• **WORK ORDER**:
Copy each line of the listing that includes "type".

• **SOURCE RECORDS**:

--- START ---

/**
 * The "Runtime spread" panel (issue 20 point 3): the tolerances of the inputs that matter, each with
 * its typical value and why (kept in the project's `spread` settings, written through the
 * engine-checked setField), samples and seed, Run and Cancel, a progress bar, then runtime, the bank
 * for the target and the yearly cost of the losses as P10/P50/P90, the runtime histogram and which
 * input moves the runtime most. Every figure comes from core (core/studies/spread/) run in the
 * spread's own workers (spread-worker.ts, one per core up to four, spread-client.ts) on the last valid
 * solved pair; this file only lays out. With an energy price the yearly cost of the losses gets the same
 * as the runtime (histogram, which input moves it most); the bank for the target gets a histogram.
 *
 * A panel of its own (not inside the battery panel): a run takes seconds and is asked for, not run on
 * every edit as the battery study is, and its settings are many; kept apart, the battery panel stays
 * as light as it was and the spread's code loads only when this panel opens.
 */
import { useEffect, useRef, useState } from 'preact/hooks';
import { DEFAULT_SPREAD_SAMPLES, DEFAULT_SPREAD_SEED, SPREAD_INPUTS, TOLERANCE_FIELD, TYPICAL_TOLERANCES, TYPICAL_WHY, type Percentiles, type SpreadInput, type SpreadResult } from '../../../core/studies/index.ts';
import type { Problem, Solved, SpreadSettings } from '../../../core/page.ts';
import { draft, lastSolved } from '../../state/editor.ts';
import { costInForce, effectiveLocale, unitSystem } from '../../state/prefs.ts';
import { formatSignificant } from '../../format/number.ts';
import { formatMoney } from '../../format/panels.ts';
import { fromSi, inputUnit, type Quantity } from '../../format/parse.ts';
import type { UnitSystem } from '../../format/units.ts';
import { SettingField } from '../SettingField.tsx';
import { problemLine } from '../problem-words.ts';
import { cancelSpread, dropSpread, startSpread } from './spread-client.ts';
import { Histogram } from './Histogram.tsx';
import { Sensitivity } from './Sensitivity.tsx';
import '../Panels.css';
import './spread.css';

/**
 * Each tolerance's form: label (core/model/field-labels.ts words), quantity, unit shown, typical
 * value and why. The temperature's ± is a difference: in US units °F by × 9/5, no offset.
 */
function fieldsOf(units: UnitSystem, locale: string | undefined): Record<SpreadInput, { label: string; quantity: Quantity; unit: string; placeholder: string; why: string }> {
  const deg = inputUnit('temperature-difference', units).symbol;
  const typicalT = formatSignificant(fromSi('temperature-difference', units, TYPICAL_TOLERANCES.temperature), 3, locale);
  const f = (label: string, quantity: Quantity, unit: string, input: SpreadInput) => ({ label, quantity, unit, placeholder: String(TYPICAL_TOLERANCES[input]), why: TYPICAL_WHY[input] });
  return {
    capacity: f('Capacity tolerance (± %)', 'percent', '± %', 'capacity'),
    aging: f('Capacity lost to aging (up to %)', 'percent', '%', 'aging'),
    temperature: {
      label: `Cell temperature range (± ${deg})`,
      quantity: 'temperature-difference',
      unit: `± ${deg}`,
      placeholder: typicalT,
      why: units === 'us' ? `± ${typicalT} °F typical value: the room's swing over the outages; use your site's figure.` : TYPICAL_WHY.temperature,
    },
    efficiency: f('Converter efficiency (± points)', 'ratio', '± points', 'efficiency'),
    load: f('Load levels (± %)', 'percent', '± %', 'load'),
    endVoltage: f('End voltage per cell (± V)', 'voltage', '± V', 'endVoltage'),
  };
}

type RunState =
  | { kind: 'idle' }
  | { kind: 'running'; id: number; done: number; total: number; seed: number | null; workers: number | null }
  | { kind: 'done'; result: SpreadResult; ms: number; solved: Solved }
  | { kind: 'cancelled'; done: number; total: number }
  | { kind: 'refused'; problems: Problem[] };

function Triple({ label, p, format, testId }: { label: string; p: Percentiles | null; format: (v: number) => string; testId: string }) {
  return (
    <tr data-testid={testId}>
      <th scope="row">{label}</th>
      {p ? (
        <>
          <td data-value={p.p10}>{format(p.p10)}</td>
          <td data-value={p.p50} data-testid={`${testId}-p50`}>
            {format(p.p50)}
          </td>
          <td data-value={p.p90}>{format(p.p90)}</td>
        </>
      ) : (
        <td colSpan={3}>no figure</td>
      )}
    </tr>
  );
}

--- END ---

• **SOLUTION BELOW**:
import { DEFAULT_SPREAD_SAMPLES, DEFAULT_SPREAD_SEED, SPREAD_INPUTS, TOLERANCE_FIELD, TYPICAL_TOLERANCES, TYPICAL_WHY, type Percentiles, type SpreadInput, type SpreadResult } from '../../../core/studies/index.ts';
import type { Problem, Solved, SpreadSettings } from '../../../core/page.ts';
import { fromSi, inputUnit, type Quantity } from '../../format/parse.ts';
import type { UnitSystem } from '../../format/units.ts';
type RunState =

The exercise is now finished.